Hmmm, not that it matters or makes a difference but what kind of sponge was it? Did it have a scouring pad on one side? The things they get into. I hope she will be ok, Riddick once ate my iPod, for revenge on a missed run one morning, but he ended up being ok. I just watched his poo for the rest of the day, and he ended up passing some of the iPod material through.


----------



## RubySlippers (Apr 19, 2007)

I had a scrubby side, but not the steel wool mean stuff. 

Called the vet they said to watch for vomitting or lack of pooping. UGH! I don't mind sifting through poo for buried treasure. It's the waiting hate.


----------



## Superpup (Jun 7, 2007)

Just watch him carefully and if he shows any signs of discomfort or cannot go poo even if he tries to etc... I would take him to the vet.
My puppy and my not-so-puppy-anymore (2yr old) shared a kitchen sponge just a couple of weeks ago, and luckily it passed through on both of them...

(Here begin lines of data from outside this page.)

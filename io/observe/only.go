package observe

// Only drops the rows whose text in a column is not the given one, as if they were not in the source. It panics if the
// table has no such column of text.
func (t *Table) Only(column, text string) {
	c := t.text(column)
	var rows []int32
	for i, code := range c.Code {
		if code >= 0 && c.Level[code] == text {
			rows = append(rows, int32(i))
		}
	}
	t.Line, t.Row = pickSlice(t.Line, rows), pickSlice(t.Row, rows)
	if len(t.Geometry) > 0 {
		t.Geometry = pickSlice(t.Geometry, rows)
	}
	for i := range t.Columns {
		t.Columns[i] = t.Columns[i].pick(rows)
	}
}
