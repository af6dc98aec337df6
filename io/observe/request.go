package observe

import (
	"fmt"
	"slices"
)

// Kind says what a response is, and so which of its values can be used.
type Kind int

const (
	None      Kind = iota // no response: a file of places
	Measure               // any finite number
	Count                 // a whole number, 0 or more
	Positives             // a whole number from 0 to the number of trials
)

// Axes says what the coordinates are.
type Axes int

const (
	AxesByName  Axes = iota // longitude and latitude where the columns are called so or geometries say so, otherwise a plane
	AxesDegrees             // longitude and latitude in degrees, whatever the columns are called
	AxesPlane               // easting and northing in metres; columns called longitude and latitude are not taken for them
)

// Request says which columns of a table play which part. Names are matched exactly, after blanks around the header's
// names are dropped. Empty names are parts nobody plays.
//
// A row is checked part by part in the order of the fields: response, trials, denominator, its factors, weight,
// coordinates (x, then y) or geometry, linear covariates, categories. The first check it fails is the reason it is set aside for.
//
// The features of GeoJSON have geometries of their own: a request that names columns for places is refused for them.
type Request struct {
	Response    string            // column of the response; empty with Kind None
	Kind        Kind              // what the response is
	Trials      string            // number examined, whole and above 0: with Positives, and only then
	Denominator string            // people, area, effort or expected: finite and above 0
	Factor      []string          // what the denominator is multiplied by: finite and above 0
	Weight      string            // finite and above 0
	X, Y        string            // coordinate columns; both empty to recognise them by their names
	Geometry    string            // column of geometries in WKT or hexadecimal EWKB, in place of X and Y
	NoPlaces    bool              // rows have no places of their own: none are looked for
	Axes        Axes              // what the coordinates are
	Linear      []string          // covariates that are finite numbers
	Category    []string          // covariates that are text, not missing
	Optional    []string          // categories that the table need not have: where it has the column, it is one of Category
	Keep        []string          // text to carry along; may be missing, is never a reason to set a row aside
	Called      map[string]string // what columns of Factor and Keep are in messages, such as "width" or "key"; may lack any
	Strict      bool              // refuse the first row that cannot be used instead of setting it aside
	Format      Format            // how the table is written; ReadPart goes by the format that WholeAs was given
}

// Validate reports the first thing about a request that no table could satisfy. Read calls it.
func (q Request) Validate() error {
	switch {
	case q.Kind != None && q.Response == "":
		return &Error{What: "no column is named for the response", Advice: "name it with --response"}
	case q.Kind == None && q.Response != "":
		return &Error{Column: q.Response, What: "a response is named, but places have none"}
	case q.Kind == Positives && q.Trials == "":
		return &Error{Column: q.Response, What: "a number positive needs a number of trials", Advice: "name the column of the number examined with --trials"}
	case q.Kind != Positives && q.Trials != "":
		return &Error{Column: q.Trials, What: "trials are named, but the response is not a number positive"}
	case q.Trials != "" && q.Denominator != "":
		return &Error{Column: q.Denominator, What: "a number positive has trials and takes no other denominator"}
	case q.NoPlaces && q.X+q.Y+q.Geometry != "":
		return &Error{What: "rows have no places of their own, but columns are named for them", Advice: "leave out --x and --y, and --geometry"}
	case q.Geometry != "" && q.X+q.Y != "":
		return &Error{Column: q.Geometry, What: "a column of geometries is named beside coordinate columns", Advice: "name either --geometry or --x and --y"}
	case (q.X == "") != (q.Y == ""):
		return &Error{Column: q.X + q.Y, What: "one coordinate column is named without the other", Advice: adviceXY}
	}
	if err := q.Format.Validate(); err != nil {
		return err
	}
	return q.overlap()
}

// asks reports whether the request names a column, whatever for.
func (q Request) asks(name string) bool {
	return slices.Contains([]string{q.Response, q.Trials, q.Denominator, q.Weight, q.X, q.Y, q.Geometry}, name) ||
		slices.Contains(slices.Concat(q.Factor, q.Linear, q.Category, q.Optional, q.Keep), name)
}

// overlap refuses a column asked to play two parts that exclude each other. The response is nothing else, a
// coordinate is no denominator, trials or weight, and a covariate is named once and as one kind. A coordinate or a
// denominator may also be a linear covariate.
func (q Request) overlap() error {
	main := []struct{ name, part string }{
		{q.Response, "the response"}, {q.Trials, "the number of trials"}, {q.Denominator, "the denominator"},
		{q.Weight, "the weight"}, {q.X, "the x coordinate"}, {q.Y, "the y coordinate"}, {q.Geometry, "the geometry"},
	}
	for i, a := range main {
		for _, b := range main[i+1:] {
			// What is counted may also be the precision it is known to.
			weighs := b.name == q.Weight && (a.name == q.Trials || a.name == q.Denominator)
			if a.name != "" && a.name == b.name && !weighs {
				return twice(a.name, a.part, b.part)
			}
		}
	}
	for _, a := range main {
		if slices.Contains(q.Factor, a.name) {
			return twice(a.name, a.part, "a factor of the denominator")
		}
	}
	covariate := map[string]string{}
	for _, list := range []struct {
		names []string
		part  string
	}{{q.Linear, "a linear covariate"}, {q.Category, "a category"}, {q.Optional, "a category"}} {
		for _, name := range list.names {
			switch before, seen := covariate[name]; {
			case name == "":
				return &Error{What: fmt.Sprintf("an empty name is given for %s", list.part)}
			case name == q.Response:
				return twice(name, "the response", list.part)
			case seen && before == list.part:
				return &Error{Column: name, What: "named twice as " + before}
			case seen:
				return twice(name, before, list.part)
			}
			covariate[name] = list.part
		}
	}
	if slices.Contains(q.Keep, "") {
		return &Error{What: "an empty name is given for text to keep"}
	}
	return nil
}

func twice(column, a, b string) error {
	return &Error{Column: column, What: fmt.Sprintf("cannot be both %s and %s", a, b)}
}
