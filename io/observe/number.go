package observe

import (
	"errors"
	"math"
	"strconv"
	"strings"
)

// Faults of a single value, as used in the codes of rows set aside.
const (
	faultMissing  = "missing"
	faultNumber   = "not-a-number"
	faultInfinite = "not-finite"
)

// missing reports whether a trimmed field is one of the marks for no value: nothing, NA, NaN or null, in any
// mixture of capitals.
func missing(s string) bool {
	switch len(s) {
	case 0:
		return true
	case 2:
		return strings.EqualFold(s, "na")
	case 3:
		return strings.EqualFold(s, "nan")
	case 4:
		return strings.EqualFold(s, "null")
	}
	return false
}

// parseNumber reads a trimmed field as a finite decimal number, with or without an exponent. The fault is "" for a
// number. Hexadecimal, digits grouped by underscores or commas, and a decimal comma are not numbers here.
func parseNumber(s string) (float64, string) {
	if missing(s) {
		return math.NaN(), faultMissing
	}
	if strings.ContainsAny(s, "xX_") {
		return math.NaN(), faultNumber
	}
	v, err := strconv.ParseFloat(s, 64)
	switch {
	case math.IsInf(v, 0): // written so, or beyond the largest number
		return math.NaN(), faultInfinite
	case err != nil && !errors.Is(err, strconv.ErrRange), math.IsNaN(v):
		return math.NaN(), faultNumber
	}
	return v, ""
}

This is why I do not leave my puppy unsupervised with my DH HOME...


----------



## Crabtree (Jan 6, 2006)

If it's nibbled into peices then it's a good chance that it will pass through, but if it's a big chunk (Over 1" square)is could possibly block the intestines, very serious! I would deffinately call the vet.


----------



## Superpup (Jun 7, 2007)

You don't really even need to shift through the poop, it will be VERY obvious if it comes through..
The waiting is the hardest, but unless he is showing discomfort already, that is the only thing you can do. I am sure he will be just fine!!








Lesson learned, right, gotta keep an eye on them at ALL times!!


----------



## Crabtree (Jan 6, 2006)

Oh, I see you already did call the vet! Keep us posted.


----------



## TerriB (Apr 3, 2007)

Ruger ate an entire (8"x8") dish rag (whole) when he was 6 months old. I went to take it from him and he swallowed it. I was shocked! The vet said to watch for signs of blockage and watch the poop. On the third day, out came the entire dish rag. It is terrible waiting but it seems like sponge pieces would be small enough to pass through.

Good luck!


----------



## Maryn (Feb 15, 2008)

Hubby does ceramic tile, and we always have huge sponges around here (like 12x6 inches), as those are what he uses to wipe after grouting.

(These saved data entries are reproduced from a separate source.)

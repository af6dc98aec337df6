package observe

import (
	"cmp"
	"fmt"
	"io"
	"slices"
	"strings"

	"github.com/paulmach/orb"
)

// readTable makes a table of the records below a header.
func readTable(h header, want Request, from records) (*Table, error) {
	rows, err := newRows(h, want)
	if err != nil {
		return nil, err
	}
	if err := rows.readAll(from); err != nil {
		return nil, err
	}
	rows.finish()
	return rows.table, nil
}

// records gives the records below a header one by one. A record is good until the next call. The error is io.EOF after
// the last, else an *Error.
type records interface {
	next() (record, error)
}

// record is one row as it stands in its source.
type record struct {
	fields []string // one for each name of the header
	line   int      // line of the source on which it starts
	row    int      // its number, from 1
	site   *site    // where a feature is; nil for rows of a CSV table
}

func inFile(err error, source string) error {
	if e, ok := err.(*Error); ok {
		e.File = source
	}
	return err
}

// rows turns records into rows of the table. The slices value and text are the row at hand, by field.
type rows struct {
	header header
	format *Format
	want   Request
	fields []field // in the order of the checks
	x, y   int     // the fields of the coordinates, where columns hold them
	shape  int     // the field of the geometry; -1 where rows have none of their own
	table  *Table
	known  []map[string]int32 // for each column of the table, the code of each level so far

	site   site // of the row at hand, by a geometry of its own
	srid   int  // reference system of the geometries, in a column
	tells  int  // the row that told of it; 0 before
	value  []float64
	text   []string
	limits []int // fields of the row at hand in which a rule stands for a value below a limit

	lines, numbers pile[int32] // of the kept rows, as Line and Row of the table
	places         pile[orb.Geometry]
	asides         pile[Aside]
	columns        []filling

	below  []int    // for each field, the values below a limit that were kept or set aside as such
	commas []commas // for each field
	held   error    // the first refusal that decimal commas may explain better
}

// filling is what a column of the table has of the kept rows.
type filling struct {
	number pile[float64]
	code   pile[int32]
}

// field is one part that one column of the file plays.
type field struct {
	part   part
	called string // what the part is called, by Request.Called
	name   string
	at     int  // position in the file, or one of atHeight, atID and atFeature
	column int  // position in Table.Columns; -1 for coordinates and geometries
	again  bool // another field already fills the column
}

// Positions of fields that no column of the file has.
const (
	atHeight  = -1 - iota // the third coordinate of a point
	atID                  // the identifier of a feature
	atFeature             // the geometry of a feature
)

// newRows finds the columns asked for and lays out the table.
func newRows(h header, want Request) (*rows, error) {
	c, err := h.places(want)
	if err != nil {
		return nil, err
	}
	h.heights = h.heights || want.Geometry != ""
	r := &rows{header: h, format: &h.origin.format, want: want, shape: -1, table: &Table{
		Source: h.source, Separator: h.origin.separator, XName: c.x, YName: c.y, GeometryName: c.geometry, Features: h.origin.features, CRS: c.crs,
		Degrees: c.degrees, Recognised: c.recognised, PassedOver: c.passedOver,
	}}
	var lists = []struct {
		part  part
		names []string
	}{
		{response, named(want.Response)}, {trials, named(want.Trials)}, {denominator, named(want.Denominator)},
		{factor, want.Factor}, {weight, named(want.Weight)}, {coordinateX, named(c.x)}, {coordinateY, named(c.y)}, {geometry, named(c.geometry)},
		{linear, want.Linear}, {category, want.Category}, {category, h.among(want.Optional)}, {keep, want.Keep},
	}
	for _, list := range lists {
		for _, name := range list.names {
			if err := r.add(list.part, name); err != nil {
				return nil, err
			}
		}
	}
	r.value, r.text = make([]float64, len(r.fields)), make([]string, len(r.fields))
	r.columns = make([]filling, len(r.table.Columns))
	r.below, r.commas = make([]int, len(r.fields)), make([]commas, len(r.fields))
	return r, nil
}

func named(name string) []string {
	if name == "" {
		return nil
	}
	return []string{name}
}

// add appends a field, and a column for it unless there is one of the name.
func (r *rows) add(p part, name string) error {
	f := field{part: p, name: name, column: -1}
	if p == factor || p == keep {
		f.called = r.want.Called[name]
	}
	var err error
	if f.at, err = r.position(f); err != nil {
		return err
	}
	switch p {
	case coordinateX:
		r.x = len(r.fields)
	case coordinateY:
		r.y = len(r.fields)
	case geometry:
		r.shape = len(r.fields)
	default:
		f.column = slices.IndexFunc(r.table.Columns, func(c Column) bool { return c.Name == name })
		if f.column < 0 {
			f.column = len(r.table.Columns)
			r.table.Columns = append(r.table.Columns, Column{Name: name})
			r.known = append(r.known, map[string]int32{})
		}
		f.again = slices.ContainsFunc(r.fields, func(g field) bool {
			return g.column == f.column && g.part.isText() == p.isText()
		})
	}
	r.fields = append(r.fields, f)
	return nil
}

// position returns where the values of a field stand.
func (r *rows) position(f field) (int, error) {
	h := r.header
	if f.part == geometry && h.shapes != nil {
		return atFeature, nil
	}
	h.heights = h.heights && f.part != geometry
	at, err := h.find(f.name, f.what())
	if e, is := err.(*Error); is && f.part == factor && isDigits(f.name[:min(1, len(f.name))]) {
		e.What = fmt.Sprintf("%q, for %s, is neither a number nor a column", shorten(f.name), f.what())
		e.Advice = "write the number alone, without a unit or a sign; " + e.Advice
	}
	return at, err
}

// readAll reads the records to the end and refuses a table that is mostly unusable.
func (r *rows) readAll(from records) error {
	if err := r.explain(r.readRows(from)); err != nil {
		return err
	}
	switch {
	case r.table.Rows == 0:
		return r.header.noRows()
	case r.asides.len() > r.table.Rows/2:
		return r.mostlyAside()
	}
	r.table.Aside = r.asides.join()
	return nil
}

// readRows reads the records to the end.
func (r *rows) readRows(from records) error {
	for {
		rec, err := from.next()
		if err == io.EOF {
			return nil
		}
		if err != nil {
			return err
		}
		r.table.Rows++
		if err := r.readRow(rec); err != nil {
			return err
		}
	}
}

// readRow keeps one record or sets it aside. An error refuses the whole table.
func (r *rows) readRow(rec record) error {
	here := Error{File: r.header.source, Line: rec.line, Row: rec.row}
	if err := r.checkRecord(rec, here); err != nil {
		return err
	}
	if err := r.locate(rec, here); err != nil {
		return err
	}
	if a, bad := r.firstFault(rec.fields, here); bad {
		a.Line, a.Row = int32(rec.line), int32(rec.row)
		if r.want.Strict && a.Code == faultNumber && hasDecimalComma(a.Value) {
			r.hold(r.refuse(a))
		} else if r.want.Strict {
			return r.refuse(a)
		}
		r.asides.add(a)
		return nil
	}
	r.keepRow(rec.line, rec.row)
	return nil
}

// checkRecord refuses records that are not what they should be. Of a feature, only the properties asked for are looked
// at.
func (r *rows) checkRecord(rec record, here Error) error {
	if rec.site == nil {
		return r.header.checkRecord(rec.fields, here)
	}
	for _, f := range r.fields {
		s := rec.site.id
		if f.at >= 0 {
			s = rec.fields[f.at]
		}
		if (f.at >= 0 || f.at == atID) && !clean(s) {
			return r.header.notClean(f.name, s, here)
		}
	}
	return nil
}

// keepRow keeps the row at hand for the table.
func (r *rows) keepRow(line, row int) {
	r.lines.add(int32(line))
	r.numbers.add(int32(row))
	r.places.add(r.where())
	for _, i := range r.limits {
		r.below[i]++
	}
	for i, f := range r.fields {
		switch {
		case f.column < 0 || f.again:
		case f.part.isText():
			r.columns[f.column].code.add(r.code(f.column, r.text[i]))
		default:
			r.columns[f.column].number.add(r.value[i])
		}
	}
}

// where returns the place of the row at hand.
func (r *rows) where() orb.Geometry {
	switch {
	case r.want.NoPlaces:
		return nil
	case r.shape >= 0:
		return r.site.geometry
	}
	return orb.Point{r.value[r.x], r.value[r.y]}
}

// code returns the code of a level, a new one if need be; -1 for a missing one.
func (r *rows) code(column int, level string) int32 {
	if r.format.isMissing(level) {
		return -1
	}
	code, seen := r.known[column][level]
	if !seen {
		c := &r.table.Columns[column]
		code = int32(len(c.Level))
		level = strings.Clone(level) // the field is part of a whole record
		c.Level = append(c.Level, level)
		r.known[column][level] = code
	}
	return code
}

// finish fills the table after the last row.
func (r *rows) finish() {
	t := r.table
	t.Encoding = r.header.origin.encoding()
	t.Line, t.Row, t.Geometry = r.lines.join(), r.numbers.join(), r.places.join()
	for i := range r.columns {
		t.Columns[i].Number, t.Columns[i].Code = r.columns[i].number.join(), r.columns[i].code.join()
	}
	for i, n := range r.below {
		if n > 0 {
			t.BelowLimit = append(t.BelowLimit, BelowCount{Column: r.fields[i].name, Rows: n, Rule: r.format.BelowLimit})
		}
	}
	t.sortLevels()
}

// refuse turns a row to be set aside into an error.
func (r *rows) refuse(a Aside) error {
	return &Error{File: r.header.source, Line: int(a.Line), Row: int(a.Row), Column: a.Column, Value: a.Value,
		What: a.sentence(), Advice: cmp.Or(r.adviceForCell(a), "correct the row") + ", or leave out --strict to set such rows aside"}
}

// sentence is the reason and the value.
func (a Aside) sentence() string {
	if a.Value == "" {
		return a.Reason
	}
	return fmt.Sprintf("%s: %q", a.Reason, a.Value)
}

// mostlyAside says why so many rows are unusable.
func (r *rows) mostlyAside() error {
	e, a := mostlyAside(r.header.source, r.asides.all(), r.asides.len(), r.table.Rows)
	e.Advice = r.adviceFor(a)
	return e
}

const adviceBelow = "say with --below-limit half or limit what stands for values below a detection limit"

// adviceFor says what to do about rows that are mostly unusable for one reason.
func (r *rows) adviceFor(a Aside) string {
	if advice := r.adviceForCell(a); advice != "" {
		return advice
	}
	switch {
	case a.Code == faultLimit:
		return adviceBelow
	case a.Code == "fractional-count":
		return "amounts that are not whole numbers are no counts: use --distribution tweedie for them"
	case a.Code == faultGeometry:
		return adviceForGeometry(a.Reason, r.header.shapes != nil)
	case a.Code == faultNoGeometry && r.header.shapes != nil:
		return "write the geometries of the features into the file, or name a file of places with --places"
	}
	if strings.HasPrefix(a.Code, faultMissing+"-") {
		return "check that the right column is named, or take the rows without a value out of the file"
	}
	return "check that the right columns are named, and that missing values are written as empty fields or NA"
}

// adviceForCell says what to do about the value that a row is set aside for; "" where the value does not tell.
func (r *rows) adviceForCell(a Aside) string {
	below := func(f field) bool { return f.name == a.Column && f.mayBeBelow(r.want.Kind) }
	switch {
	case a.Code == faultNumber && strings.HasPrefix(a.Value, "<") && slices.ContainsFunc(r.fields, below):
		return adviceBelow
	case a.Code == faultNumber && !r.header.origin.features:
		return adviceForCell(a.Value, r.format)
	}
	return ""
}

Reich thinks they are FANTASTIC.

She is not one to chew items that aren't hers...but cannot resist them if they're within reach.

I've had her manage to devour nearly half of one without complications. Although, I think she just likes ripping them up, doesn't actually ingest much.

Just watch for blockage as the vet suggested. Good luck!!!!


----------



## RubySlippers (Apr 19, 2007)

A dish rag!







Wow- that had to be dry going down. Thank you though, that gives me hope about the sponge! 

I had been looking on line and people were saying to feed her Hyrogen P to back her wretch it back up. I didn't want to do that to her if I didn't have to. So I skipped that.

DH is going home at lunch to check on her. Told him what to look for and he's gonna take her for the quick walk in the hopes that she'll go. 

Thanks everyone for thier input- I'll keep you posted! 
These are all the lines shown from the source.